Читаем Наплывы времени. История жизни полностью

Когда мы ехали с Ингой домой, я вспомнил о Рузвельте — его кончина тоже была неожиданна, но это был шок совсем иного рода. Рузвельт настолько доминировал в сознании моего поколения, что оставалось гадать, кто сможет занять его место в разгар войны. Журналисты, вещая по радио, что кортеж спускается вниз по Пенсильвания-авеню, вдруг начинали беспомощно всхлипывать, как будто потеряли отца. Та потеря казалась сокровеннее, а может, я просто был моложе тогда. С другой стороны, Кеннеди был моим современником, и его смерть оказалась дырой в тонкой паутине будущего. Даже в тридцатые, когда все было из рук вон плохо, и то оставалось будущее. Поэтому во всех моих пьесах было некое скрытое упование на будущее искупление, чувство, что космос все-таки заботится о человеке, а не только смеется над ним. Со смертью Кеннеди космос просто оборвал телефонную связь.

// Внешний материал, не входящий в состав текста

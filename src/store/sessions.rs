//! Planned sessions, bulk week imports, and participation exceptions.

use chrono::{NaiveDate, NaiveTime};
use tracing::instrument;
use uuid::Uuid;

use super::audit::{self, Action, Actor, Entry};
use super::{Db, Precondition, Tx, Write, from_json, label, now_text, parse_instant, to_json};
use crate::domain::label_of;
use crate::domain::session::{
    DateSpan, ImportResult, Participation, ParticipationInput, Session, SessionInput, total_minutes,
};

struct SessionRow {
    id: String,
    team_id: String,
    local_date: String,
    start_time: String,
    kind: String,
    title: String,
    key_session: i64,
    train_low: i64,
    carbohydrate_loading: i64,
    notes: Option<String>,
    segments: String,
    version: i64,
    created_at: String,
    updated_at: String,
}

impl SessionRow {
    fn into_session(self) -> Result<Session, sqlx::Error> {
        let segments: Vec<crate::engine::profile::Segment> = from_json(&self.segments)?;
        Ok(Session {
            id: super::uuid(&self.id)?,
            team_id: super::uuid(&self.team_id)?,
            local_date: super::date(&self.local_date)?,
            start_time: NaiveTime::parse_from_str(&self.start_time, "%H:%M")
                .map_err(|e| sqlx::Error::Decode(Box::new(e)))?,
            kind: label(&self.kind)?,
            title: self.title,
            key_session: self.key_session != 0,
            train_low: self.train_low != 0,
            carbohydrate_loading: self.carbohydrate_loading != 0,
            notes: self.notes,
            total_minutes: total_minutes(&segments),
            segments,
            version: self.version,
            created_at: parse_instant(&self.created_at)?,
            updated_at: parse_instant(&self.updated_at)?,
        })
    }
}

fn audit_view(s: &Session) -> serde_json::Value {
    serde_json::to_value(s).unwrap_or_default()
}

async fn fetch_in(
    conn: &mut sqlx::SqliteConnection,
    id: Uuid,
) -> Result<Option<Session>, sqlx::Error> {
    let id = id.to_string();
    sqlx::query_as!(
        SessionRow,
        "SELECT id, team_id, local_date, start_time, kind, title, key_session, train_low, carbohydrate_loading,
                notes, segments, version, created_at, updated_at
         FROM sessions WHERE id = ?",
        id
    )
    .fetch_optional(conn)
    .await?
    .map(SessionRow::into_session)
    .transpose()
}

#[instrument(skip_all)]
pub async fn get(db: &Db, id: Uuid) -> Result<Option<Session>, sqlx::Error> {
    let mut conn = db.read.acquire().await?;
    fetch_in(&mut conn, id).await
}

/// Sort key of the session list: date, start time, id.
pub type SessionKey = (NaiveDate, String, Uuid);

pub fn key_of(s: &Session) -> SessionKey {
    (s.local_date, s.start_time.format("%H:%M").to_string(), s.id)
}

/// A team's sessions in a date span, in calendar order, after `after`.
#[instrument(skip_all)]
pub async fn list(
    db: &Db,
    team_id: Uuid,
    span: (NaiveDate, NaiveDate),
    kind: Option<String>,
    after: Option<SessionKey>,
    limit: u32,
) -> Result<Vec<Session>, sqlx::Error> {
    let team = team_id.to_string();
    let from = span.0.to_string();
    let to = span.1.to_string();
    let (after_date, after_time, after_id) = after
        .map(|(d, t, i)| (d.to_string(), t, i.to_string()))
        .unwrap_or_else(|| (String::new(), String::new(), String::new()));
    let limit = i64::from(limit) + 1;
    sqlx::query_as!(
        SessionRow,
        "SELECT id, team_id, local_date, start_time, kind, title, key_session, train_low, carbohydrate_loading,
                notes, segments, version, created_at, updated_at
         FROM sessions
         WHERE team_id = ? AND local_date >= ? AND local_date <= ? AND (? IS NULL OR kind = ?)
           AND (local_date, start_time, id) > (?, ?, ?)
         ORDER BY local_date, start_time, id LIMIT ?",
        team,
        from,
        to,
        kind,
        kind,
        after_date,
        after_time,
        after_id,
        limit
    )
    .fetch_all(&db.read)
    .await?
    .into_iter()
    .map(SessionRow::into_session)
    .collect()
}

/// Every session of a team in a date span (for planning), in calendar order.
#[instrument(skip_all)]
pub async fn all_in_span(
    db: &Db,
    team_id: Uuid,
    span: (NaiveDate, NaiveDate),
) -> Result<Vec<Session>, sqlx::Error> {
    let team = team_id.to_string();
    let from = span.0.to_string();
    let to = span.1.to_string();
    sqlx::query_as!(
        SessionRow,
        "SELECT id, team_id, local_date, start_time, kind, title, key_session, train_low, carbohydrate_loading,
                notes, segments, version, created_at, updated_at
         FROM sessions WHERE team_id = ? AND local_date >= ? AND local_date <= ?
         ORDER BY local_date, start_time, id",
        team,
        from,
        to
    )
    .fetch_all(&db.read)
    .await?
    .into_iter()
    .map(SessionRow::into_session)
    .collect()
}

В памяти сохранилось воспоминание о бале по случаю его вхождения в должность президента, где я присутствовал вместе с Джо и Оли Раухами. Франку Синатре с сопровождавшими его лицами была отведена ложа, откуда он наблюдал за празднеством. Отдыхая в величественной изоляции, паря в недосягаемости над возбужденной толпой, Синатра, казалось, не столько отдавал должное президентским почестям, сколько показывал, что по случаю снизошел до них. Певец на все времена, он точно так же вел себя с Рональдом Рейганом, с королевским достоинством пребывая над политикой, в то время как президенты приходили и уходили. Разве это не означало, что бизнес в Америке не только бизнес, как утверждал наивный Калвин Кулидж, но шоу-бизнес, некое символическое действо, наступивший триумф метафоры над реальностью, главенство исполнителя с его безупречным и бессмысленным очарованием?

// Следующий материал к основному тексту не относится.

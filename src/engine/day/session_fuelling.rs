//! Fuelling around each session: before, during and after (Thomas, Erdman &
//! Burke 2016).
//!
//! - Before: 1-4 g/kg eaten 1-4 h before sessions over 60 min [confirmed].
//!   The suggested time is 3 h before (inside the window, after waking and
//!   after the previous session), and the suggested amount pairs the hours
//!   with the grams: 1 g/kg per hour before, within 1-4 (common practice).
//! - During, by duration [partly confirmed]: under 45 min none; 45-75 min
//!   mouth rinse or small amounts; 75 min-2.5 h 30-60 g/h; over 2.5 h up to
//!   90 g/h with multiple transportable carbohydrates. The planned rate is
//!   the middle of the range (common practice; gut tolerance is individual).
//! - After: speedy refuelling 1.0-1.2 g/kg/h for up to 4 h when the next
//!   session starts within 8 h [confirmed], as hourly feeds of 1.0 g/kg
//!   (none in the last hour before the next session, none after bedtime
//!   except the first); otherwise a normal recovery meal with about 0.3 g/kg
//!   protein [from memory].
//! - Train-low sessions get no carbohydrate before or during.

use crate::engine::decimal::Dec;
use chrono::NaiveDateTime;
use serde::{Deserialize, Serialize};
use utoipa::ToSchema;

use crate::engine::day::notes::{Severity, Warning, WarningCode};
use crate::engine::day::session_work::{
    RelativeDay, SessionRef, SessionWork, add_hours, hours_between, sorted,
};
use crate::engine::day::targets::GramsPerKgRange;
use crate::engine::sources::THOMAS_2016;

/// Pre-session carbohydrate, 1-4 g/kg (Thomas et al. 2016) [confirmed].
pub const PRE_SESSION_RANGE: GramsPerKgRange = GramsPerKgRange::new(1.0, 4.0);
/// Speedy refuelling rate, 1.0-1.2 g/kg/h (Thomas et al. 2016) [confirmed].
pub const SPEEDY_REFUELLING_RANGE: GramsPerKgRange = GramsPerKgRange::new(1.0, 1.2);
/// Speedy refuelling applies when sessions are under 8 h apart [confirmed].
pub const SPEEDY_REFUELLING_GAP_HOURS: f64 = 8.0;
/// Speedy refuelling lasts up to the first 4 h [confirmed].
pub const SPEEDY_REFUELLING_MAX_HOURS: f64 = 4.0;
/// Protein after sessions and per meal, about 0.3 g/kg [from memory].
pub const PROTEIN_PER_OCCASION_G_PER_KG: f64 = 0.3;

/// Suggested pre-session carbohydrate for a meal eaten `hours_before` the
/// start: 1 g/kg per hour, within 1-4 g/kg (common practice pairing of the
/// statement's 1-4 g/kg with 1-4 h). The planner then holds one occasion to
/// [`MAX_OCCASION_CARBOHYDRATE_G_PER_KG`].
pub fn pre_session_g_per_kg(hours_before: f64) -> f64 {
    hours_before.clamp(PRE_SESSION_RANGE.min, PRE_SESSION_RANGE.max)
}

/// What the statement's duration rows call for during a session.
#[derive(Debug, Clone, Copy, PartialEq, Eq, Serialize, Deserialize, ToSchema)]
#[serde(rename_all = "snake_case")]
pub enum DuringGuidance {
    /// Under 45 min: none needed.
    NoneNeeded,
    /// 45-75 min: small amounts or a carbohydrate mouth rinse.
    MouthRinseOrSmallAmounts,
    /// 75 min to 2.5 h: 30-60 g/h.
    ThirtyToSixtyGramsPerHour,
    /// Over 2.5 h: up to 90 g/h from multiple transportable carbohydrates.
    UpToNinetyGramsPerHourMultipleTransportable,
    /// Train-low session: carbohydrate withheld on purpose.
    WithheldForTrainLow,
}
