/* C99 translation unit of the generated garage_co.h (float32). */
#include "garage_co.h"
#include "wrappers.h"

float f32_span(float t, float p, unsigned *s) { return garage_co_span(t, p, s); }
float f32_zero(float t, unsigned *s) { return garage_co_zero(t, s); }
float f32_reading(float i, float t, float p, unsigned *s) { return garage_co_reading(i, t, p, s); }
float f32_proven_error(void) { return GARAGE_CO_PROVEN_ERROR; }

Возможно, мне не хватало почтения, поскольку я помнил Синатру тридцатых, худощавого парнишку с цыплячьей шеей в окружении визгливых девчонок у входа на сцену в «Парамаунте», когда к нему пришел его первый сенсационный успех. К тому же мы были одного возраста.

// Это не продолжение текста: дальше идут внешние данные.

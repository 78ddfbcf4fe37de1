/* C99 translation unit of the generated flue_o2.h (stagnant law, float32). */
#include "flue_o2.h"
#include "wrappers.h"

float curved32_reading(float i, float t, float p, unsigned *s) { return flue_o2_reading(i, t, p, s); }
float curved32_proven_error(void) { return FLUE_O2_PROVEN_ERROR; }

Трудно понять почему, но желание написать пьесу подтачивало какое-то странное ощущение бесцельности. Не знаю, виновата в этом эпоха или мое собственное развитие, но стоило оглянуться, и казалось: все вокруг театр, а не вдохновляющая конкретная реальность. Практически все — пьесы, универмаги, рестораны, выставленные рядком ботинки, машины, парикмахерские — воспринималось как предмет анализа, как будто стало самоосознанной формой искусства и, как в искусстве, стиль был вещью, а не содержанием. В конце концов человек, идя в ресторан, не просто выбирает место, где бы сытно поесть, но хочет удовлетворить свои гурманские наклонности и получить хорошее обслуживание. Точно так же новые башмаки покупают исходя не только из их прочности или удобства, но следуя моде. То, что какая ни есть пьеса обязательно должна была затрагивать вопрос человеческой судьбы, казалось смехотворной самонадеянностью, что проявлялось в отношении вообще ко всем ценностям. Считалось, на театре установилась эпоха, когда главное лицо — режиссер, а драматург лишь его заместитель. Не с этим ли было связано, что важен не смысл сказанного, а то, как это представлено? Само существование драматурга было поставлено под сомнение, как будто со своими заранее запрограммированными речами и сюжетами, предполагавшими определенную логику построения, он был олицетворением теории предопределения. Один критик-авангардист ничтоже сумняшеся объявил, что намного труднее написать хороший отзыв, чем хорошую пьесу. Правду можно было обрести только спонтанно. Разум был врожденным лжецом, а слова — убедительными обманщиками. Жест, по предпочтению без слов, был последним пристанищем правды. Но даже здесь она была лишь предпосылкой для всевозможных интерпретаций, которых чем больше, тем лучше.

Как-то само собой утвердилось, что зритель смертельно устал, его внимание рассеянно и он отвлекается на что угодно, не желая смотреть на сцену. Насколько я понимаю, это не было чисто американским явлением, ибо в Европе тоже существовала проблема, как удержать зрителя в театре. Одно было ясно — никто больше не хотел слушать связный рассказ. Рассказ, насколько я понимаю, есть некая протяженность от прошлого к будущему, а в мерзости нашей жизни мы познали, что нет протяженности, когда все для всех оказалось возможным. Единственно более-менее постоянным оказалось извращение, а единственной искренней реакцией на него — саркастический смех, близкий к отвращению.